↓↓↓

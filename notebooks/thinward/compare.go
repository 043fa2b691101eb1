package main

import (
	"fmt"
	"math"
	"strings"
	"text/tabwriter"

	"github.com/spf13/cobra"

	"thinward/analysis"
	"thinward/io/result"
)

// comparisonReport is what compare --json prints.
type comparisonReport struct {
	First       string              `json:"first"`
	Second      string              `json:"second"`
	SameInputs  bool                `json:"same_inputs"`
	Numbers     int                 `json:"numbers"`
	Differ      int                 `json:"differ"`
	Main        []mainNumbers       `json:"main"`
	Differences []result.Difference `json:"differences"`
}

// mainNumbers are the numbers one looks at first, of one contrast in two reports.
type mainNumbers struct {
	Contrast string          `json:"contrast"`
	Primary  bool            `json:"primary"`
	Numbers  []mainNumber    `json:"numbers"`
	In       map[string]bool `json:"in"`
}

type mainNumber struct {
	Name   string            `json:"name"`
	First  analysis.Interval `json:"first"`
	Second analysis.Interval `json:"second"`
}

func (a *app) compare() *cobra.Command {
	var all bool
	c := &cobra.Command{
		Use:   "compare DIR DIR",
		Short: "Two reports side by side: the main numbers, and which numbers differ",
		Example: `  thinward compare monday friday
  thinward compare monday friday --all`,
		Args: cobra.ExactArgs(2),
		RunE: func(_ *cobra.Command, args []string) error {
			first, err := openReport(args[0])
			if err != nil {
				return err
			}
			second, err := openReport(args[1])
			if err != nil {
				return err
			}
			r := compareReports(args, first.result, second.result)
			if a.json {
				return result.EncodeAny(a.out, *r)
			}
			return a.printComparison(r, all)
		},
	}
	c.Flags().BoolVar(&all, "all", false, "list every difference")
	c.Flags().BoolVar(&a.json, "json", false, "print JSON, every difference included")
	return c
}

func compareReports(names []string, first, second *analysis.Result) *comparisonReport {
	c := result.Compare(first, second, tolerance)
	r := &comparisonReport{First: names[0], Second: names[1], SameInputs: sameInputs(first, second), Numbers: c.Numbers, Differ: len(c.Differences), Differences: c.Differences}
	at := map[string]int{}
	for side, x := range []*analysis.Result{first, second} {
		for i := range x.Contrasts {
			k := &x.Contrasts[i]
			name := contrastText(k)
			j, known := at[name]
			if !known {
				j = len(r.Main)
				at[name] = j
				r.Main = append(r.Main, mainNumbers{Contrast: name, Primary: k.Primary, In: map[string]bool{"first": false, "second": false}})
				for _, n := range numberNames {
					missing := analysis.Interval{Value: math.NaN(), Lo: math.NaN(), Hi: math.NaN()}
					r.Main[j].Numbers = append(r.Main[j].Numbers, mainNumber{Name: n, First: missing, Second: missing})
				}
			}
			r.Main[j].In[[]string{"first", "second"}[side]] = true
			for n, v := range numbersOf(x, k) {
				if side == 0 {
					r.Main[j].Numbers[n].First = v
				} else {
					r.Main[j].Numbers[n].Second = v
				}
			}
		}
	}
	return r
}

var numberNames = []string{"m", "q", "o", "r", "p of the curve", "forbidden, thin", "forbidden, thick"}

func numbersOf(r *analysis.Result, c *analysis.ContrastResult) []analysis.Interval {
	thick := c.ThickCrystal
	if thick == "" {
		thick = c.Crystal
	}
	alone := func(v float64) analysis.Interval { return analysis.Interval{Value: v, Lo: math.NaN(), Hi: math.NaN()} }
	forbidden := func(crystal, position string) analysis.Interval {
		for _, f := range r.Forbidden {
			if f.Crystal == crystal && f.Position == position && f.Element == "all" && f.N > 0 {
				return analysis.Interval{Value: f.Ratio, Lo: f.Ratio - 1.96*f.SU, Hi: f.Ratio + 1.96*f.SU}
			}
		}
		return alone(math.NaN())
	}
	return []analysis.Interval{
		{Value: c.Exchange.M, Lo: c.Exchange.Lo, Hi: c.Exchange.Hi}, {Value: c.Curb.Q, Lo: c.Curb.Lo, Hi: c.Curb.Hi}, {Value: c.Offset.O, Lo: c.Offset.Lo, Hi: c.Offset.Hi},
		{Value: c.Correlation.R, Lo: c.Correlation.Lo, Hi: c.Correlation.Hi}, alone(c.Strength.P), forbidden(c.Crystal, c.Thin), forbidden(thick, c.Thick),
	}
}

// contrastText gives "L1: thin - thick", or "L1/thin - L2/thick".
func contrastText(c *analysis.ContrastResult) string {
	if c.ThickCrystal != "" {
		return fmt.Sprintf("%s/%s - %s/%s", c.Crystal, c.Thin, c.ThickCrystal, c.Thick)
	}
	return fmt.Sprintf("%s: %s - %s", c.Crystal, c.Thin, c.Thick)
}

func sameInputs(a, b *analysis.Result) bool {
	if len(a.Inputs) != len(b.Inputs) {
		return false
	}
	for i := range a.Inputs {
		if a.Inputs[i].SHA256 != b.Inputs[i].SHA256 {
			return false
		}
	}
	return true
}

func (a *app) printComparison(r *comparisonReport, all bool) error {
	t := tabwriter.NewWriter(a.out, 0, 0, 2, ' ', 0)
	fmt.Fprintf(t, "contrast\tnumber\t%s\t%s\t\n", r.First, r.Second)
	for _, c := range r.Main {
		if !c.Primary && !all {
			continue
		}
		for i, n := range c.Numbers {
			name := ""
			if i == 0 {
				name = c.Contrast
			}
			mark := ""
			if !sameNumber(n.First, n.Second) {
				mark = "differs"
			}
			fmt.Fprintf(t, "%s\t%s\t%s\t%s\t%s\n", name, n.Name, intervalText(n.First), intervalText(n.Second), mark)
		}
	}
	if err := t.Flush(); err != nil {
		return err
	}
	if all {
		fmt.Fprintln(a.out)
		printDifferences(a, r.Differences, r.Differ, true)
	}
	inputs := "different inputs"
	if r.SameInputs {
		inputs = "the same inputs"
	}
	switch {
	case r.Differ == 0:
		fmt.Fprintf(a.out, "The two reports have %s and say the same: %d numbers agree.\n", inputs, r.Numbers)
	case all:
		fmt.Fprintf(a.out, "The two reports have %s and %s.\n", inputs, plural(r.Differ, "difference"))
	default:
		fmt.Fprintf(a.out, "The two reports have %s and %s; --all lists them.\n", inputs, plural(r.Differ, "difference"))
	}
	return nil
}

func sameNumber(a, b analysis.Interval) bool {
	for _, p := range [][2]float64{{a.Value, b.Value}, {a.Lo, b.Lo}, {a.Hi, b.Hi}} {
		if p[0] != p[1] && !(math.IsNaN(p[0]) && math.IsNaN(p[1])) {
			return false
		}
	}
	return true
}

// intervalText writes a value with its interval where it has one.
func intervalText(v analysis.Interval) string {
	switch {
	case math.IsNaN(v.Value):
		return "-"
	case math.IsNaN(v.Lo) && math.IsNaN(v.Hi):
		return fmt.Sprintf("%.4f", v.Value)
	}
	return fmt.Sprintf("%.4f (%s to %s)", v.Value, endText(v.Lo), endText(v.Hi))
}

func endText(v float64) string {
	if math.IsInf(v, 0) {
		return strings.TrimPrefix(strings.ToLower(fmt.Sprint(v)), "+")
	}
	return fmt.Sprintf("%.4f", v)
}
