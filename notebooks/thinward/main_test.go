package main

import (
	"context"
	"errors"
	"os"
	"os/exec"
	"path/filepath"
	"regexp"
	"strconv"
	"sync"
	"testing"
	"time"

	"github.com/rogpeppe/go-internal/testscript"

	"thinward/notebooks/kernel"
)

func TestMain(m *testing.M) {
	testscript.Main(m, map[string]func(){"thinward": main})
}

// kernelOnce builds the kernel when the first script asks for it.
var kernelOnce = sync.OnceValues(func() (string, error) { return kernel.Ensure(context.Background(), nil) })

// TestScripts runs testdata/script. Beside the usual commands a script has
//
//	status N thinward ARGS...   run and want this exit status
//	kernel                      make the kernel known to the commands below
//	replace FILE REGEXP TEXT    change the first match in a file
//	interrupt PATTERN           wait for a file, then send Ctrl-C to the command in the background
//	ended N                     after wait: the interrupted command had this exit status
//
// and $REPO, the folder of go.mod. UPDATE_SCRIPTS=1 rewrites expected output.
func TestScripts(t *testing.T) {
	repo, err := filepath.Abs(filepath.Join("..", ".."))
	if err != nil {
		t.Fatal(err)
	}
	testscript.Run(t, testscript.Params{
		Dir:                 filepath.Join("testdata", "script"),
		UpdateScripts:       os.Getenv("UPDATE_SCRIPTS") != "",
		RequireExplicitExec: true,
		Setup: func(e *testscript.Env) error {
			e.Setenv("REPO", repo)
			e.Setenv("LC_ALL", "C")
			return nil
		},
		Cmds: map[string]func(*testscript.TestScript, bool, []string){
			"status":    status,
			"replace":   replaceText,
			"interrupt": interrupt,
			"ended":     ended,
			"kernel": func(ts *testscript.TestScript, _ bool, _ []string) {
				path, err := kernelOnce()
				ts.Check(err)
				ts.Setenv(kernel.PrebuiltEnv, path)
			},
		},
	})
}

func status(ts *testscript.TestScript, neg bool, args []string) {
	if neg || len(args) < 2 {
		ts.Fatalf("usage: status N command args...")
	}
	want, err := strconv.Atoi(args[0])
	ts.Check(err)
	got := 0
	if err := ts.Exec(args[1], args[2:]...); err != nil {
		var exit *exec.ExitError
		if !errors.As(err, &exit) {
			ts.Fatalf("%v", err)
		}
		got = exit.ExitCode()
	}
	if got != want {
		ts.Fatalf("exit status %d, want %d", got, want)
	}
}

func replaceText(ts *testscript.TestScript, neg bool, args []string) {
	if neg || len(args) != 3 {
		ts.Fatalf("usage: replace FILE REGEXP TEXT")
	}
	path := ts.MkAbs(args[0])
	data, err := os.ReadFile(path)
	ts.Check(err)
	at := regexp.MustCompile(args[1]).FindIndex(data)
	if at == nil {
		ts.Fatalf("%s has no %s", args[0], args[1])
	}
	out := append(append(append([]byte(nil), data[:at[0]]...), args[2]...), data[at[1]:]...)
	ts.Check(os.WriteFile(path, out, 0o644))
}

// stopped holds the command that a script interrupted.
var stopped sync.Map

func interrupt(ts *testscript.TestScript, neg bool, args []string) {
	background := ts.BackgroundCmds()
	if neg || len(args) != 1 || len(background) == 0 {
		ts.Fatalf("usage: interrupt PATTERN, with a command in the background")
	}
	cmd := background[len(background)-1]
	for limit := time.Now().Add(time.Minute); ; time.Sleep(20 * time.Millisecond) {
		found, err := filepath.Glob(ts.MkAbs(args[0]))
		ts.Check(err)
		if len(found) > 0 {
			break
		}
		if time.Now().After(limit) {
			ts.Fatalf("no %s", args[0])
		}
	}
	stopped.Store(ts, cmd)
	ts.Check(cmd.Process.Signal(os.Interrupt))
}

func ended(ts *testscript.TestScript, neg bool, args []string) {
	cmd, ok := stopped.Load(ts)
	if neg || len(args) != 1 || !ok {
		ts.Fatalf("usage: ended N, after interrupt and wait")
	}
	if got := cmd.(*exec.Cmd).ProcessState.ExitCode(); strconv.Itoa(got) != args[0] {
		ts.Fatalf("exit status %d, want %s", got, args[0])
	}
}
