package main

import (
	"context"
	"errors"
	"fmt"
	"io"
	"os"
	"os/signal"
	"strings"

	"github.com/spf13/cobra"

	"thinward/notebooks/runner"
	"thinward/notebooks/session"
)

// Exit statuses.
const (
	exitDone        = 0
	exitData        = 1
	exitUsage       = 2
	exitInside      = 3
	exitInterrupted = 130
)

// usageError is a request that the command does not understand.
type usageError struct{ error }

// insideError is a fault of the program itself.
type insideError struct{ error }

func (e usageError) Unwrap() error  { return e.error }
func (e insideError) Unwrap() error { return e.error }

// app is what the verbs share.
type app struct {
	out, err io.Writer
	quiet    bool
	kill     <-chan struct{} // closed by the second Ctrl-C
	json     bool
}

// run is the command without a process around it.
func run(args []string, stdout, stderr io.Writer) int {
	ctx, kill, stop := interrupts()
	defer stop()
	a := &app{out: stdout, err: stderr, kill: kill}
	root := a.root()
	root.SetArgs(shieldHall(args))
	root.SetOut(stdout)
	root.SetErr(stderr)
	err := a.execute(ctx, root)
	if err == nil {
		return exitDone
	}
	status := statusOf(err)
	fmt.Fprintf(stderr, "thinward: %v\n", err)
	var cell *runner.CellError
	if errors.As(err, &cell) && cell.Code != "" {
		for i, line := range strings.Split(cell.Code, "\n") {
			fmt.Fprintf(stderr, "%4d | %s\n", i+1, line)
		}
	}
	if status == exitUsage {
		fmt.Fprintf(stderr, "See %s --help.\n", a.verbOf(root, args))
	}
	return status
}

// verbOf names the command that the arguments reach, for the pointer to its help.
func (a *app) verbOf(root *cobra.Command, args []string) string {
	if c, _, err := root.Find(args); err == nil {
		return c.CommandPath()
	}
	return root.CommandPath()
}

// interrupts gives a context that the first Ctrl-C cancels and a channel that
// the second one closes.
func interrupts() (ctx context.Context, kill <-chan struct{}, stop func()) {
	ctx, cancel := context.WithCancel(context.Background())
	signals, second, done := make(chan os.Signal, 2), make(chan struct{}), make(chan struct{})
	signal.Notify(signals, os.Interrupt)
	go func() {
		for n := 0; n < 2; n++ {
			select {
			case <-signals:
			case <-done:
				return
			}
			if n == 0 {
				cancel()
			} else {
				close(second)
			}
		}
	}()
	return ctx, second, func() {
		signal.Stop(signals)
		close(done)
		cancel()
	}
}

// execute turns a panic into an error, so that no user sees a trace.
func (a *app) execute(ctx context.Context, root *cobra.Command) (err error) {
	defer func() {
		if v := recover(); v != nil {
			if e, ok := v.(*session.Error); ok {
				err = e
				return
			}
			err = insideError{fmt.Errorf("a fault inside: %v; please report it with the command you gave", v)}
		}
	}()
	return root.ExecuteContext(ctx)
}

func statusOf(err error) int {
	var usage usageError
	var inside insideError
	var cell *runner.CellError
	var death *runner.DeathError
	var timeout *runner.TimeoutError
	var parameter *runner.ParameterError
	var stopped *runner.InterruptedError
	switch {
	case errors.As(err, &usage), errors.As(err, &parameter):
		return exitUsage
	case errors.As(err, &stopped), errors.Is(err, context.Canceled):
		return exitInterrupted
	case errors.As(err, &cell):
		if cell.Inside {
			return exitInside
		}
		return exitData
	case errors.As(err, &inside), errors.As(err, &death), errors.As(err, &timeout), errors.Is(err, runner.ErrNoAnswer), session.FaultOf(err) == session.FaultInside:
		return exitInside
	}
	return exitData
}

func (a *app) root() *cobra.Command {
	root := &cobra.Command{
		Use:   "thinward",
		Short: "Say whether intensities change with thickness, where, by how much, and what else could have done it",
		Long: `Thinward compares what one crystal gave at several thicknesses (rotation electron
diffraction) and writes a report that a collaborator can run again.

Begin with a manifest: thinward draft FILES writes a first one, thinward intake
SERIES.toml shows what came in, thinward examine SERIES.toml makes the report.`,
		Example: `  thinward examine fixtures/tarn/series.toml
  thinward draft thin.cif thick.cif > series.toml
  thinward group "P 21 21 21" --index "3 0 0"`,
		Version:       session.Version(),
		SilenceErrors: true,
		SilenceUsage:  true,
		Args: func(c *cobra.Command, args []string) error {
			if len(args) > 0 {
				near := ""
				if list := c.SuggestionsFor(args[0]); len(list) > 0 {
					near = "; did you mean " + strings.Join(list, " or ") + "?"
				}
				return usageError{fmt.Errorf("no verb %q%s", args[0], near)}
			}
			return nil
		},
		RunE: func(c *cobra.Command, _ []string) error { return c.Help() },
	}
	root.PersistentFlags().BoolVarP(&a.quiet, "quiet", "q", false, "print results only")
	root.SuggestionsMinimumDistance = 2
	root.SetFlagErrorFunc(func(_ *cobra.Command, err error) error { return usageError{err} })
	root.AddCommand(a.examine(), a.notebook(), a.kernel(), a.invent(), a.doctor(), a.intake(), a.peek(), a.group(), a.draft(), a.tables(), a.plan(), a.again(), a.bundle(), a.compare(), a.gather())
	for _, c := range root.Commands() {
		wrapArgs(c)
	}
	return root
}

// wrapArgs makes a wrong number of arguments a usage error.
func wrapArgs(c *cobra.Command) {
	check := c.Args
	if check == nil {
		return
	}
	c.Args = func(c *cobra.Command, args []string) error {
		if check(c, args) == nil {
			return nil
		}
		quotes := ""
		if len(args) > 1 {
			quotes = "; an argument with blanks in it stands in quotes"
		}
		return usageError{fmt.Errorf("%s: %s given; write thinward %s%s", c.Name(), plural(len(args), "argument"), c.Use, quotes)}
	}
}
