static void file_of_urls(struct dice *dice, const struct world *world, struct model *model, bool pairs, struct windrow_buffer *text)
{
    /* The first line shows the shape. */
    const int first[] = {1, 2};
    append(text, "http://h0.example/p00\thttp://h1.example/p01\t");
    append(text, pairs ? "external\n" : "http://h2.example/p02\n");
    model_urls(world, model, 0, first, pairs ? 1 : 2, false);
    for (uint32_t lines = 10 + dice_below(dice, 30), source = 0; lines > 0; lines--) {
        int targets[8], count = (int)dice_below(dice, pairs ? 2 : 8);
        bool nofollow = pairs && dice_below(dice, 5) == 0;
        /* The same source again, sometimes. */
        int from = dice_below(dice, 3) ? pick(dice) : (int)source;
        source = from >= 0 ? (uint32_t)from : source;
        append_url(dice, text, from);
        for (int i = 0; i < count; i++) {
            targets[i] = dice_below(dice, 6) ? pick(dice) : from;
            append(text, "\t");
            append_url(dice, text, targets[i]);
        }
        append(text, count && nofollow ? "\tnofollow\n" : "\n");
        model_urls(world, model, from, targets, count, nofollow);
    }
}

static int append_id(struct dice *dice, const struct world *world, struct windrow_buffer *text, int id)
{
    char number[32] = "99999999999999999999";
    if (dice_below(dice, 30) == 0) {
        append(text, number);
        return BROKEN;
    }
    sprintf(number, "%llu", (unsigned long long)world->ids[id].id);
    append(text, number);
    return world->ids[id].name;
}

static void file_of_ids(struct dice *dice, const struct world *world, struct model *model, struct windrow_buffer *text)
{
    uint32_t id = 0;
    append(text, "\n");
    for (uint32_t lines = 10 + dice_below(dice, 30); lines > 0; lines--) {
        int targets[8], count = (int)dice_below(dice, 8);
        id = dice_below(dice, 3) ? dice_below(dice, IDS) : id;
        int source = append_id(dice, world, text, (int)id);
        for (int i = 0; i < count; i++) {
            append(text, i % 2 ? " " : "\t");
            targets[i] = append_id(dice, world, text, (int)(dice_below(dice, 6) ? dice_below(dice, IDS) : id));
        }
        append(text, "\n");
        model_ids(world, model, source, targets, count);
    }
}
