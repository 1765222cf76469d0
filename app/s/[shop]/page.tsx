import type { Metadata } from 'next';
import { NextUp } from '@/components/jobs/next-up';
import { PageBody } from '@/components/shell/header';
import { ButtonLink } from '@/components/ui/button';
import { pageActor } from '@/lib/access/actor';
import { may } from '@/lib/access/policy';
import { nextUp } from '@/lib/desk/queries';

export const metadata: Metadata = { title: 'Next up' };

const COUNT = [
  'Nothing waits for you',
  'One thing waits for you',
  'Two things wait for you',
  'Three things wait for you',
  'Four things wait for you',
  'Five things wait for you',
];

export default async function NextUpPage({ params }: { params: Promise<{ shop: string }> }) {
  const { shop } = await params;
  const actor = await pageActor(shop, 'shop:enter');
  const { waiting, today } = await nextUp(actor);
  return (
    <PageBody
      title={COUNT[waiting.length] ?? `${waiting.length} things wait for you`}
      sub={today}
      actions={may(actor, 'job:open') ? <ButtonLink href={`/s/${shop}/jobs/new`}>New job</ButtonLink> : null}
    >
      <NextUp waiting={waiting} />
    </PageBody>
  );
}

↑↑↑

▶ [Prompt] Using the material above, transcribe exactly the lines from the line with "for i, line" to the line with "if v := recover();"; both count, and nothing else goes in.

▶ [Written answer]
		for i, line := range strings.Split(cell.Code, "\n") {
			fmt.Fprintf(stderr, "%4d | %s\n", i+1, line)
		}
	}
	if status == exitUsage {
		fmt.Fprintf(stderr, "See %s --help.\n", a.verbOf(root, args))
	}
	return status
}

// verbOf names the command that the arguments reach, for the pointer to its help.
func (a *app) verbOf(root *cobra.Command, args []string) string {
	if c, _, err := root.Find(args); err == nil {
		return c.CommandPath()
	}
	return root.CommandPath()
}

// interrupts gives a context that the first Ctrl-C cancels and a channel that
// the second one closes.
func interrupts() (ctx context.Context, kill <-chan struct{}, stop func()) {
	ctx, cancel := context.WithCancel(context.Background())
	signals, second, done := make(chan os.Signal, 2), make(chan struct{}), make(chan struct{})
	signal.Notify(signals, os.Interrupt)
	go func() {
		for n := 0; n < 2; n++ {
			select {
			case <-signals:
			case <-done:
				return
			}
			if n == 0 {
				cancel()
			} else {
				close(second)
			}
		}
	}()
	return ctx, second, func() {
		signal.Stop(signals)
		close(done)
		cancel()
	}
}

// execute turns a panic into an error, so that no user sees a trace.
func (a *app) execute(ctx context.Context, root *cobra.Command) (err error) {
	defer func() {
		if v := recover(); v != nil {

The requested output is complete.